* **Task prompt**
Return, unaltered, every line from the beginning of the material below up to and including the one with "kind: 'writing'; count: number".

* **Listed records**
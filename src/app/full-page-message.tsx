import type { ReactNode } from 'react';

/** A quiet centred message for the moments before a page can show anything else. */
export function FullPageMessage({ title, children }: { title: string; children?: ReactNode }) {
  return (
    <div className="flex min-h-0 flex-1 items-center justify-center p-6">
      <div className="max-w-md space-y-2 text-center">
        <h1 className="text-base font-semibold">{title}</h1>
        {children}
      </div>
    </div>
  );
}
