import { useQuery, useQueryClient } from '@tanstack/react-query';
import { useMemo, useState, type FormEvent } from 'react';
import type { BoardDetail } from '../../../../../shared/schemas/boards.ts';
import { columnByKey, type ReadingKey } from '../../../../../shared/schemas/columns.ts';
import type { Finding } from '../../../../../shared/schemas/findings.ts';
import { importTargets, type ImportReadResponse, type ImportTarget } from '../../../../../shared/schemas/import.ts';
import { applySavedMapping, targetLabel, type ProposedColumn } from '../../../../../shared/import/map-columns.ts';
import { cellKey, choiceFor, findingsAfter, planImport, writesFor, type ConflictChoices, type PreviewCell } from '../../../../../shared/import/plan-import.ts';
import { FormDialog } from '../../../../components/form-dialog.tsx';
import { ApiError } from '../../../../lib/api-client.ts';
import { readImportFile, saveImportMapping, savedMappingsQueryOptions, sendImportBatch } from '../api/import-api.ts';

/** What the console is told when an import has landed: enough to undo it as one step. */
export interface ImportDone {
  fileName: string;
  written: number;
  /** Each written cell: its text before and after. */
  changes: Array<{ circuitId: number; column: ReadingKey; before: string; after: string }>;
}

export interface ImportDialogProps {
  detail: BoardDetail;
  onClose: () => void;
  onImported: (done: ImportDone) => void;
}

type Step =
  | { kind: 'file'; error: string | null; progress: number | null }
  | { kind: 'mapping'; read: ImportReadResponse; targets: ImportTarget[]; why: string[] }
  | { kind: 'preview'; read: ImportReadResponse; targets: ImportTarget[] }
  | { kind: 'writing'; count: number };
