import { screen, waitFor, within } from '@testing-library/react';
import { afterEach, describe, expect, it, vi } from 'vitest';
import type { JobPhoto, JobPhotos } from '../../../shared/schemas/job-photos.ts';
import { JobPhotosPanel } from '../../../src/features/photos-on-job/components/job-photos-panel.tsx';
import { json, renderWithProviders, stubApi } from '../../helpers/render.tsx';

// Invented photos of an invented job: two on board DB1, one on the garage board.
const photo = (id: number, name: string, changes: Partial<JobPhoto> = {}): JobPhoto => ({
  id,
  mime: 'image/jpeg',
  originalName: name,
  uploadedBy: { id: 3, name: 'Tomas Tester' },
  uploadedAt: '2026-11-30T09:15:00.000Z',
  sendToClient: false,
  ...changes,
});

const threePhotos = (chosen: ReadonlySet<number> = new Set()): JobPhotos => ({
  boards: [
    { boardId: 1, reference: 'DB1', photos: [photo(21, 'sheet-1.jpg', { sendToClient: chosen.has(21) }), photo(22, 'sheet-2.jpg', { sendToClient: chosen.has(22) })] },
    { boardId: 2, reference: 'Garage', photos: [photo(23, 'garage.jpg', { sendToClient: chosen.has(23) })] },
  ],
});

afterEach(() => {
  vi.unstubAllGlobals();
});

describe('photos of the notes on the job', () => {
  it('when the job has photos, then they show by board; Enter opens one large, arrows move between all the job\'s photos and Esc closes', async () => {
    stubApi({ 'GET /api/jobs/5/photos': () => json(200, threePhotos()) });
    const { user } = renderWithProviders(<JobPhotosPanel jobId={5} role="tester" />);

    const db1 = await screen.findByRole('group', { name: 'Board DB1' });
    expect(within(db1).getAllByRole('button')).toHaveLength(2);
    expect(within(screen.getByRole('group', { name: 'Board Garage' })).getAllByRole('button')).toHaveLength(1);
    // A tester sees the choice, not a checkbox to change it.
    expect(screen.queryByRole('checkbox')).not.toBeInTheDocument();
    expect(screen.getAllByText('Not sent to the client')).toHaveLength(3);

    const first = screen.getByRole('button', { name: 'Open Board DB1, sheet-1.jpg' });
    first.focus();
    await user.keyboard('{Enter}');
    const dialog = await screen.findByRole('dialog', { name: 'Photo 1 of 3: board DB1' });
    expect(within(dialog).getByRole('img', { name: 'Board DB1, sheet-1.jpg' })).toHaveAttribute('src', '/api/files/21');

    await user.keyboard('{ArrowRight}');
    expect(screen.getByRole('dialog', { name: 'Photo 2 of 3: board DB1' })).toBeInTheDocument();
    await user.keyboard('{ArrowRight}');
    expect(screen.getByRole('dialog', { name: 'Photo 3 of 3: board Garage' })).toBeInTheDocument();
    expect(screen.getByRole('img', { name: 'Board Garage, garage.jpg' })).toHaveAttribute('src', '/api/files/23');
    // The last photo stays the last.
    await user.keyboard('{ArrowRight}');
    expect(screen.getByRole('dialog', { name: 'Photo 3 of 3: board Garage' })).toBeInTheDocument();
    await user.keyboard('{ArrowLeft}{ArrowLeft}');
    expect(screen.getByRole('dialog', { name: 'Photo 1 of 3: board DB1' })).toBeInTheDocument();

    await user.keyboard('{Escape}');
    await waitFor(() => expect(screen.queryByRole('dialog')).not.toBeInTheDocument());
    expect(first).toHaveFocus();
  });

  it('when a reviewer ticks "send with the document", then the choice is sent for that photo only and shown ticked', async () => {
    const chosen = new Set<number>();
    const calls = stubApi({
      'GET /api/jobs/5/photos': () => json(200, threePhotos(chosen)),
      'PUT /api/photos/22/send-choice': () => {
        chosen.add(22);
        return json(200, { photo: photo(22, 'sheet-2.jpg', { sendToClient: true }) });
      },
    });
    const { user } = renderWithProviders(<JobPhotosPanel jobId={5} role="reviewer" />);
    const box = await screen.findByRole('checkbox', { name: 'Send with the document: Board DB1, sheet-2.jpg' });
    expect(screen.getAllByRole('checkbox').map((c) => (c as HTMLInputElement).checked)).toEqual([false, false, false]);

    box.focus();
    await user.keyboard(' ');
    await waitFor(() => expect(box).toBeChecked());
    const puts = calls.filter((c) => c.method === 'PUT');
    expect(puts).toEqual([expect.objectContaining({ path: '/api/photos/22/send-choice', body: { sendToClient: true } })]);
    expect(screen.getAllByRole('checkbox').map((c) => (c as HTMLInputElement).checked)).toEqual([false, true, false]);
  });

  it('when the choice is refused, then the reason shows at the photo and the box stays as it was', async () => {
    stubApi({
      'GET /api/jobs/5/photos': () => json(200, threePhotos()),
      'PUT /api/photos/21/send-choice': () => json(403, { error: { code: 'forbidden', message: 'Only a reviewer or an admin may do this.' } }),
    });
    const { user } = renderWithProviders(<JobPhotosPanel jobId={5} role="admin" />);
    const box = await screen.findByRole('checkbox', { name: 'Send with the document: Board DB1, sheet-1.jpg' });
    await user.click(box);
    expect(await screen.findByRole('alert')).toHaveTextContent('Not changed: Only a reviewer or an admin may do this.');
    expect(box).not.toBeChecked();
  });

  it('when the job has no photo, then it says so', async () => {
    stubApi({ 'GET /api/jobs/5/photos': () => json(200, { boards: [] }) });
    renderWithProviders(<JobPhotosPanel jobId={5} role="reviewer" />);
    expect(await screen.findByText("No photo of the notes is attached to this job's boards.")).toBeInTheDocument();
  });
});
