/**
 * The board console's commands: one list that the palette, the key bindings and the keys overlay
 * are all built from (see src/lib/commands). Each command owns its label, its key (if any), when it
 * can run (and, when not, why in words) and what it does. Every edit goes through the grid's
 * controller, so it is saved by the sync engine and can be undone like a typed one.
 */
import type { BoardDetail, Circuit, CircuitFields } from '../../../shared/schemas/boards.ts';
import { columnByKey, columnGroups, columns, isReadingKey, type ColumnGroupId, type ColumnKey } from '../../../shared/schemas/columns.ts';
import { foldShortcut, type ConsoleLayout, type FindingsPanelSize } from './layout/console-layout.ts';
import type { HistoryTarget } from './components/history-panel.tsx';
import type { Role } from '../../../shared/schemas/common.ts';
import type { Command } from '../../lib/commands/types.ts';
import { fieldText } from './grid/cell-value.ts';
import { jumpColumn } from './grid/enter-stops.ts';
import { positionAt, type GridPosition } from './grid/grid-state.ts';
import type { CellChange } from './grid/undo-stack.ts';
import type { GridController } from './components/use-grid-controller.ts';
import type { BoardSync, Conflict } from './sync/types.ts';

/** What a console command sees when it checks whether it can run, and when it runs. */
export interface ConsoleContext {
  detail: BoardDetail;
  sync: BoardSync;
  /** The signed-in person's role; null while it is not known. */
  role: Role | null;
  /** Why the board cannot be locked yet (shared/review/gate.ts); null or absent while not known. */
  lockReasons?: readonly string[] | null;
  grid: GridController;
  /** The conflict on the active cell, if any. */
  activeConflict: Conflict | null;
  ui: {
    openPalette(): void;
    openKeys(): void;
    openQuickEntry(): void;
    focusFindings(): void;
    /** Starts a download of a text file. */
    download(fileName: string, mimeType: string, text: string): void;
    /** The person's layout: folded groups and the findings panel's size. */
    layout: ConsoleLayout;
    toggleGroup(group: ColumnGroupId): void;
    toggleDetails(): void;
    /** Opens the board's own details for editing in the header. */
    editBoard(): void;
    /** Opens the calculators, filled from the active circuit. */
    openCalculators(): void;
    /** Shows the active cell's history, or the board's. */
    openHistory(target: HistoryTarget): void;
    /** Opens a ring's socket-by-socket readings. */
    openRingSockets(circuitId: number): void;
    setFindingsPanel(size: FindingsPanelSize): void;
    /** Opens the import of an instrument's readings file. */
    openImport(): void;
    /** Shows the photos of the paper notes beside the grid and gives them the focus. */
    showPhotos(): void;
    hidePhotos(): void;
    /** Whether the photos are shown. */
    photosShown: boolean;
  };
}

type ConsoleCommand = Command<ConsoleContext>;

const groups = {
  cells: 'Cells',
  circuits: 'Circuits',
  goTo: 'Go to',
  layout: 'Layout',
  board: 'Board',
  help: 'Help',
} as const;

// ---- availability ------------------------------------------------------------------------

function lockedReason(ctx: ConsoleContext): string | null {
  const board = ctx.detail.board;
  if (board.state !== 'locked') return null;
  return `Board ${board.reference} is locked${board.lockedBy ? ` by ${board.lockedBy.name}` : ''}: a reviewer must unlock it first`;
}

/** The board is open and a cell is active. */
function canEdit(ctx: ConsoleContext): true | string {
  return lockedReason(ctx) ?? (ctx.grid.active ? true : 'There is no circuit on this board yet');
}

function activeCircuit(ctx: ConsoleContext): Circuit | null {
  return ctx.grid.activeCircuit;
}

function selectedCircuits(ctx: ConsoleContext): Circuit[] {
  const range = ctx.grid.range;
  if (!range) return [];
  return ctx.detail.circuits.slice(range.top, range.bottom + 1);
}

function selectionWords(circuits: readonly Circuit[]): string {
  if (circuits.length === 1) return `circuit ${circuits[0]!.number}`;
  return `${circuits.length} circuits (${circuits[0]!.number}–${circuits[circuits.length - 1]!.number})`;
}

// ---- helpers -----------------------------------------------------------------------------

/**
 * What is still open on a board about to be locked, in words: the findings that stand (warnings and
 * notes pass the gate; errors must be resolved or accepted first) and edits not yet saved.
 */
export function openSummary(ctx: Pick<ConsoleContext, 'detail' | 'sync'>): string {
  const counts = { error: 0, warning: 0, note: 0, todo: 0 };
  for (const f of ctx.detail.findings) counts[f.severity] += 1;
  const parts: string[] = [];
  const plural = (n: number, word: string) => `${n} ${word}${n === 1 ? '' : 's'}`;
  if (counts.error > 0) parts.push(`${plural(counts.error, 'error')} (accepted with a reason)`);
  if (counts.warning > 0) parts.push(plural(counts.warning, 'warning'));
  if (counts.note > 0) parts.push(plural(counts.note, 'note'));
  if (counts.todo > 0) parts.push(`${plural(counts.todo, 'reading')} to do`);
  const waiting = ctx.sync.status.state === 'saving' || ctx.sync.status.state === 'offline' ? ' · edits still being saved' : '';
  return parts.length === 0 ? `nothing still open${waiting}` : `still standing: ${parts.join(', ')}${waiting}`;
}

function fieldChanges(circuits: readonly Circuit[], fields: Partial<Record<ColumnKey, string>>, read: (p: GridPosition) => string): CellChange[] {
  const changes: CellChange[] = [];
  for (const circuit of circuits) {
    for (const [column, after] of Object.entries(fields) as [ColumnKey, string][]) {
      const position = { circuitId: circuit.id, column };
      changes.push({ ...position, before: read(position), after });
    }
  }
  return changes;
}

function reportApply(ctx: ConsoleContext, result: ReturnType<GridController['applyChanges']>, done: string): void {
  const first = result.refused[0];
  if (first) ctx.grid.say(`Not saved — ${first.message}`, 'error');
  else ctx.grid.say(done);
}

function findCircuit(detail: BoardDetail, number: string): Circuit | undefined {
  const wanted = number.trim().toLowerCase();
  return detail.circuits.find((c) => c.number.toLowerCase() === wanted);
}

function numberFree(detail: BoardDetail, number: string): true | string {
  return findCircuit(detail, number) ? `There is already a circuit ${number.trim()} on this board.` : true;
}

function parseCsaPair(text: string): { live: number; cpc: number } | null {
  const match = /^\s*(\d+(?:\.\d+)?)\s*(?:\/|\s)\s*(\d+(?:\.\d+)?)\s*(?:mm²?)?\s*$/i.exec(text);
  return match ? { live: Number(match[1]), cpc: Number(match[2]) } : null;
}

/** The circuit's details worth copying into a duplicate (not its readings, number or spur link). */
function detailsOf(circuit: Circuit): Partial<CircuitFields> {
  return {
    phase: circuit.phase,
    description: circuit.description,
    kind: circuit.kind,
    wiringType: circuit.wiringType,
    referenceMethod: circuit.referenceMethod,
    points: circuit.points,
    liveCsaMm2: circuit.liveCsaMm2,
    cpcCsaMm2: circuit.cpcCsaMm2,
    maxDisconnectionS: circuit.maxDisconnectionS,
    deviceStandard: circuit.deviceStandard,
    deviceType: circuit.deviceType,
    ratingA: circuit.ratingA,
    breakingKa: circuit.breakingKa,
    rcdType: circuit.rcdType,
    rcdRatedResidualMa: circuit.rcdRatedResidualMa,
    afdd: circuit.afdd,
    remarks: circuit.remarks,
  };
}

/**
 * Starts a download of a file the server makes (it answers with `Content-Disposition: attachment`,
 * so the page stays where it is).
 */
function downloadFromServer(url: string): void {
  const link = document.createElement('a');
  link.href = url;
  link.download = '';
  link.click();
}

// ---- the commands ------------------------------------------------------------------------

* **Response area**
filename src/app/full-page-message.tsx
import type { ReactNode } from 'react';

/** A quiet centred message for the moments before a page can show anything else. */
export function FullPageMessage({ title, children }: { title: string; children?: ReactNode }) {
  return (
    <div className="flex min-h-0 flex-1 items-center justify-center p-6">
      <div className="max-w-md space-y-2 text-center">
        <h1 className="text-base font-semibold">{title}</h1>
        {children}
      </div>
    </div>
  );
}
import { useQuery, useQueryClient } from '@tanstack/react-query';
import { useMemo, useState, type FormEvent } from 'react';
import type { BoardDetail } from '../../../../../shared/schemas/boards.ts';
import { columnByKey, type ReadingKey } from '../../../../../shared/schemas/columns.ts';
import type { Finding } from '../../../../../shared/schemas/findings.ts';
import { importTargets, type ImportReadResponse, type ImportTarget } from '../../../../../shared/schemas/import.ts';
import { applySavedMapping, targetLabel, type ProposedColumn } from '../../../../../shared/import/map-columns.ts';
import { cellKey, choiceFor, findingsAfter, planImport, writesFor, type ConflictChoices, type PreviewCell } from '../../../../../shared/import/plan-import.ts';
import { FormDialog } from '../../../../components/form-dialog.tsx';
import { ApiError } from '../../../../lib/api-client.ts';
import { readImportFile, saveImportMapping, savedMappingsQueryOptions, sendImportBatch } from '../api/import-api.ts';

/** What the console is told when an import has landed: enough to undo it as one step. */
export interface ImportDone {
  fileName: string;
  written: number;
  /** Each written cell: its text before and after. */
  changes: Array<{ circuitId: number; column: ReadingKey; before: string; after: string }>;
}

export interface ImportDialogProps {
  detail: BoardDetail;
  onClose: () => void;
  onImported: (done: ImportDone) => void;
}

type Step =
  | { kind: 'file'; error: string | null; progress: number | null }
  | { kind: 'mapping'; read: ImportReadResponse; targets: ImportTarget[]; why: string[] }
  | { kind: 'preview'; read: ImportReadResponse; targets: ImportTarget[] }
  | { kind: 'writing'; count: number };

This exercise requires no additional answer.